--- Extracted material Enclosed Below ---
from brimline.daemon.records import Estimate, TonePlan
from brimline.drivers.link.demod import HeaderDemod, MapLookup, MapTableCache, decide
from brimline.drivers.link.fit import ChannelFit, local_level, squared_magnitude
from brimline.drivers.link.frame import (
    GRAY,
    FrameFormat,
    bit_errors,
    decode_header,
    payload_data_bits,
    payload_ok,
)
from brimline.drivers.link.sync import FrameSync

__all__ = ["Receiver", "RxFrame", "MapLookup", "FrameScanner", "LinkTally"]

#: Fine offset (tone spacings) above which a frame is transformed again with it.
_REFINE_TONES = 0.01


@dataclass(frozen=True)
class RxFrame:
    """What the receiver made of one block.

    Attributes
    ----------
    reason : str
        "" for a good frame, else why it is flagged: "no_sync", "truncated", "clipped",
        "crc_failed" (the last two still carry estimates).
    start : int
        Sample index of the sync symbol's FFT window in the block (-1 without sync).
    end : int
        Sample index just after the frame (where the next search may begin).
    sync_metric : float
        Schmidl-Cox metric at the chosen start (coarse maximum without sync).
    cfo_hz : float
        Total frequency offset estimate in hertz.
    header_ok : bool
        Whether the header passed its CRC.
    map_seq : int
        Map sequence number from the header (-1 for the default map or a failed header).
    counter : int
        Frame counter from the header (-1 when the header failed).
    map_known : bool
        Whether the data symbols were demodulated (the map was known).
    channel, noise_var, snr_db : ndarray or None
        Per data tone: channel at nominal power, noise variance and SNR in dB.
    decided : tuple or None
        Decided (I level, Q level, Q bits) indices when the map was known; see ``values``.
    symbols_used : int
        Symbols per tone in the least-squares estimate (decision-directed tones; tones with
        unreliable decisions use the known rows only, with noise pooled over neighbours).
    """

    reason: str
    start: int = -1
    end: int = 0
    sync_metric: float = 0.0
    cfo_hz: float = 0.0
    header_ok: bool = False
    map_seq: int = -1
    counter: int = -1
    map_known: bool = False
    channel: np.ndarray | None = None
    noise_var: np.ndarray | None = None
    snr_db: np.ndarray | None = None
    decided: tuple | None = None
    symbols_used: int = 0

    @property
    def values(self) -> np.ndarray | None:
        """Decided symbol values, shape (data symbols, data tones), when the map was known."""
        if self.decided is None:
            return None
        i_idx, q_idx, b_q = self.decided
        return (GRAY[i_idx] << b_q) | GRAY[q_idx]

    @property
    def has_estimate(self) -> bool:
        """True when the frame carries a channel estimate."""
        return self.channel is not None

    def to_estimate(self, *, plan: TonePlan, frame: int, time_s: float) -> Estimate:
        """The :class:`~brimline.daemon.records.Estimate` record of this frame.

        Parameters
        ----------
        plan : TonePlan
            The plan the frame was received with (its id, data tones and ``center_hz``, NaN
            when the plan has none).
        frame : int
            Frame number of the source.
        time_s : float
            Time of the frame on the source's clock.

        Returns
        -------
        Estimate
            With ``valid`` false for a "clipped" frame and the sync metric clamped to [0, 1].

        Raises
        ------
        ValueError
            When the frame carries no estimate (see :attr:`has_estimate`).
        """
        if not self.has_estimate:
            raise ValueError(f"frame reason={self.reason!r} carries no estimate")
        return Estimate(
            frame=frame, time_s=time_s, plan_id=plan.plan_id, tone_index=plan.data_tones,
            channel=self.channel, noise_var=self.noise_var, snr_db=self.snr_db,
            map_seq_seen=self.map_seq, sync_metric=min(max(self.sync_metric, 0.0), 1.0),
            cfo_hz=self.cfo_hz, header_ok=self.header_ok, valid=self.reason != "clipped",
            center_hz=getattr(plan, "center_hz", math.nan))


class Receiver:
    """Receiver DSP for one plan; build once, call :meth:`receive` per block.

    Parameters
    ----------
    plan : TonePlan
        The link plan (a bare TonePlan gets the default frame layout).
    default_bits : int
        Bits per data tone of the default map (header sequence -1), at nominal power.
    sync_threshold : float
        Schmidl-Cox metric (0..1) above which a frame is detected.
    clip_level : float or None
        Flag the frame "clipped" when more than ``clip_fraction`` of its samples have ``|I|`` or
        ``|Q|`` at or above this level (None: no check).
    clip_fraction : float
        Fraction of samples at the clip level that flags a frame.

    Attributes
    ----------
    format : FrameFormat
        The plan's frame tables.
    sync : FrameSync
        Timing, frequency offset and phase tracking.
    fit : ChannelFit
        Channel and noise fit.
    header : HeaderDemod
        Header bit combining.
    maps : MapTableCache
        Demodulation tables of the default and recent maps.

    Notes
    -----
    A receiver keeps work arrays that every frame reuses (the spectra, the fit's row values),
    so one receiver serves one thread at a time; the arrays of an :class:`RxFrame` are its own.
    """

    def __init__(self, plan: TonePlan, *, default_bits: int = 2, sync_threshold: float = 0.3,
                 clip_level: float | None = None, clip_fraction: float = 1e-4) -> None:
        fmt = FrameFormat(plan)
        self.format, self.plan = fmt, fmt.plan
        plan = self.plan
        self.sync = FrameSync(fmt, sync_threshold)
        self.clip_level = clip_level
        self.clip_fraction = float(clip_fraction)
        self.fit = ChannelFit(plan)
        self.header = HeaderDemod(fmt)
        self.maps = MapTableCache(plan.data_tones.size, default_bits)
        train = fmt.train.astype(np.float32)
        self._train_mean = (train / plan.train_symbols).astype(np.complex64)
        self._train_data = train[fmt.data_pos]
        # Work array reused by every frame (it never reaches an RxFrame): the known or decided
        # values of the fit's rows.
        self._x = np.empty((plan.n_symbols - 1, fmt.data_pos.size), np.complex64)
        self._x[:plan.train_symbols] = self._train_data
        self._bins: dict[int, tuple[np.ndarray, np.ndarray, np.ndarray]] = {}

    def _bins_for(self, shift: int) -> tuple[np.ndarray, np.ndarray, np.ndarray]:
        """FFT bins of the used, pilot and data tones under an integer offset (cached)."""
        found = self._bins.get(shift)
        if found is None:
            fmt = self.format
            bins = (fmt.used_bins + shift) % self.plan.fft_size
            found = self._bins[shift] = (bins, bins[fmt.pilot_pos], bins[fmt.data_pos])
        return found

    @property
    def sync_threshold(self) -> float:
        """Schmidl-Cox metric above which a frame is detected."""
        return self.sync.threshold

    def receive(self, block: np.ndarray, lookup: MapLookup | None = None, *,
                demodulate: bool = True) -> RxFrame:
        """Find the first frame in ``block`` and estimate the channel from it.

        Parameters
        ----------
        block : ndarray of complex
            Baseband samples; converted to complex64.
        lookup : callable, optional
            ``lookup(map_seq) -> (bits, power_lin)`` for maps other than the default; without
            it (or when it returns None) the estimate uses the training symbols and header only.
        demodulate : bool
            Also make the final data decisions (``RxFrame.decided``, a second decision pass with
            the leave-one-out channel). The estimate does not depend on it.

        Returns
        -------
        RxFrame
            Never raises for bad samples; see ``RxFrame.reason``.
        """
        r = np.ascontiguousarray(block, dtype=np.complex64).ravel()
        plan = self.plan
        n, s = plan.fft_size, plan.symbol_len
        if r.size < 2 * n + plan.cp_len:
            return RxFrame("truncated" if r.size else "no_sync", end=r.size)
        sync = self.sync.find(r)
        if sync is None or not sync.found:
            metric = 0.0 if sync is None else sync.metric
            # Nothing here: the next search may begin where a frame could still start.
            return RxFrame("no_sync", end=max(r.size - plan.frame_len, 1), sync_metric=metric)
        d0, metric = sync.start, sync.metric
        end = d0 + (plan.n_symbols - 1) * s + n
        if end > r.size:
            return RxFrame("truncated", start=d0, end=max(d0 - plan.cp_len, 1),
                           sync_metric=metric)
        return self._estimate(r, d0, end, metric, sync.fraction_tones, lookup, demodulate)

    def _estimate(self, r, d0, end, metric, eps_frac, lookup, demodulate,
                  refine=True) -> RxFrame:
        plan, fmt = self.plan, self.format
        n, t = plan.fft_size, plan.train_symbols
        spectra = self.sync.spectra(r, d0, eps_frac)
        shift = self.sync.integer_shift(spectra)
        bins, pilot_bins, data_bins = self._bins_for(shift)
        # Per-symbol phase step from the identical training symbols (all offsets together).
        # Gathers in mode "clip": the bins are always in range, and the default mode checks
        # every index (and buffers an ``out``).
        head = spectra[1:t + 2].take(bins, axis=1, mode="clip")  # training symbols, header
        if t == 2:
            step = np.conj(head[0])
            step *= head[1]
        else:
            step = (np.conj(head[:t - 1]) * head[1:t]).sum(axis=0)
        # Tones a narrowband interferer dominates take no part: its own phase step would bias
        # the offset (and, through the time-domain correction, cost every tone some ICI).
        mag = np.abs(step)  # |H|^2 n per tone
        level = local_level(mag)
        hit = mag > 2.0 * level  # 3 dB above the local level
        step[hit] = 0.0
        total = step.sum()
        theta = float(np.arctan2(total.imag, total.real))  # np.angle without its wrapper
        eps_fine = self.sync.fine_offset_tones(theta, eps_frac, shift)
        if refine and abs(eps_fine) > _REFINE_TONES:
            # The sync offset was off (an interferer's share of the sync correlation biases it):
            # transform again with the fine offset, or the residual leaks between tones.
            return self._estimate(r, d0, end, metric, eps_frac + eps_fine, lookup, demodulate,
                                  refine=False)
        cfo_tones = eps_frac + shift + eps_fine
        phase = self.sync.symbol_phase(theta)
        head *= phase[1:t + 2, None]
        h_train = head[0] + head[1] if t == 2 else head[:t].sum(axis=0)
        h_train *= self._train_mean  # training sign / t
        # Header: maximal-ratio combining of the repeated BPSK bits, robust to a narrowband
        # interferer (which would otherwise outvote the good copies of its bit).
        soft_bits = self.header.soft(head, h_train, hit, level * (1.0 / n))
        header_ok, seq, counter = decode_header((soft_bits < 0).astype(np.uint8))
        # Data symbols: remove the residual phase drift measured on the pilots.
        y_pilot = spectra[t + 2:].take(pilot_bins, axis=1, mode="clip")
        row_phase = self.sync.row_phase(y_pilot, h_train.take(fmt.pilot_pos, mode="clip"),
                                        phase)
        # Least squares over every symbol with known tone values: training, header, data.
        dp = fmt.data_pos
        rows = spectra[1:].take(data_bins, axis=1, mode="clip")  # (rows, data tones)
        rows *= row_phase[:, None]
        x = self._x  # training rows preset; data rows are filled by the decisions
        if header_ok:  # the header row is known once its CRC passes
            x[t] = self.header.known_row(soft_bits)
        else:
            x[t] = 0.0
            rows[t] = 0.0  # an unknown header row takes no part
        tables = self.maps.tables_for(seq if header_ok else None, lookup)
        known = t + int(header_ok)
        if tables is not None:
            # Decide with the training channel; fit level and slope with those decisions (the
            # estimate); decide again with the leave-one-out channel (the demodulated data).
            h_data = h_train.take(dp, mode="clip")  # one channel per tone
            decide(rows[t + 1:], h_data, tables, points=x[t + 1:])
            h, h_rows, noise_var = self.fit.data_aided(rows, x, known, tables.reliable_snr,
                                                       hit[dp], leave_one_out=demodulate)
            used, decided = known + plan.data_symbols, None
            if demodulate:
                idx = decide(rows[t + 1:], h_rows[t + 1:], tables).astype(np.uint8)
                decided = (idx[..., 0], idx[..., 1], tables.b_q)
        elif known < 3:
            # Training alone (the header failed): one degree of freedom per tone, S ~ sigma^2
            # Gamma(1), and 1/S has no finite mean (AWGN at 20 dB: +2.5 dB mean, tones up to
            # 46 dB high). The noise pooled over neighbouring tones has ~17 and is unbiased.
            h, noise_var = self.fit.known_rows(rows, x, known, hit[dp])
            used, decided = known, None
        else:
            h, noise_var = self.fit.known_constant(rows, x, known)
            used, decided = known, None
        noise_var = np.maximum(noise_var, 1e-30)
        snr_db = squared_magnitude(h) / noise_var
        np.maximum(snr_db, 1e-30, out=snr_db)
        np.log10(snr_db, out=snr_db)
        snr_db *= 10.0
        reason = "" if header_ok else "crc_failed"
        if self.clip_level is not None:
            frame = r[max(d0 - plan.cp_len, 0):end]
            hits = np.count_nonzero((np.abs(frame.real) >= self.clip_level)
                                    | (np.abs(frame.imag) >= self.clip_level))
            if hits > self.clip_fraction * frame.size:
                reason = "clipped"
        return RxFrame(
            reason=reason, start=d0, end=end, sync_metric=metric,
            cfo_hz=cfo_tones * plan.tone_spacing_hz, header_ok=header_ok,
            map_seq=seq if header_ok else -1, counter=counter if header_ok else -1,
            map_known=tables is not None, channel=h, noise_var=noise_var, snr_db=snr_db,
            decided=decided, symbols_used=used)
--- End of Enclosed Extracted material ---
» **What to work on**
Return the entries exactly through the "cfo_hz : float" line.

» **Reply to the exercise**
from brimline.daemon.records import Estimate, TonePlan
from brimline.drivers.link.demod import HeaderDemod, MapLookup, MapTableCache, decide
from brimline.drivers.link.fit import ChannelFit, local_level, squared_magnitude
from brimline.drivers.link.frame import (
    GRAY,
    FrameFormat,
    bit_errors,
    decode_header,
    payload_data_bits,
    payload_ok,
)
from brimline.drivers.link.sync import FrameSync

__all__ = ["Receiver", "RxFrame", "MapLookup", "FrameScanner", "LinkTally"]

#: Fine offset (tone spacings) above which a frame is transformed again with it.
_REFINE_TONES = 0.01


@dataclass(frozen=True)
class RxFrame:
    """What the receiver made of one block.

    Attributes
    ----------
    reason : str
        "" for a good frame, else why it is flagged: "no_sync", "truncated", "clipped",
        "crc_failed" (the last two still carry estimates).
    start : int
        Sample index of the sync symbol's FFT window in the block (-1 without sync).
    end : int
        Sample index just after the frame (where the next search may begin).
    sync_metric : float
        Schmidl-Cox metric at the chosen start (coarse maximum without sync).
    cfo_hz : float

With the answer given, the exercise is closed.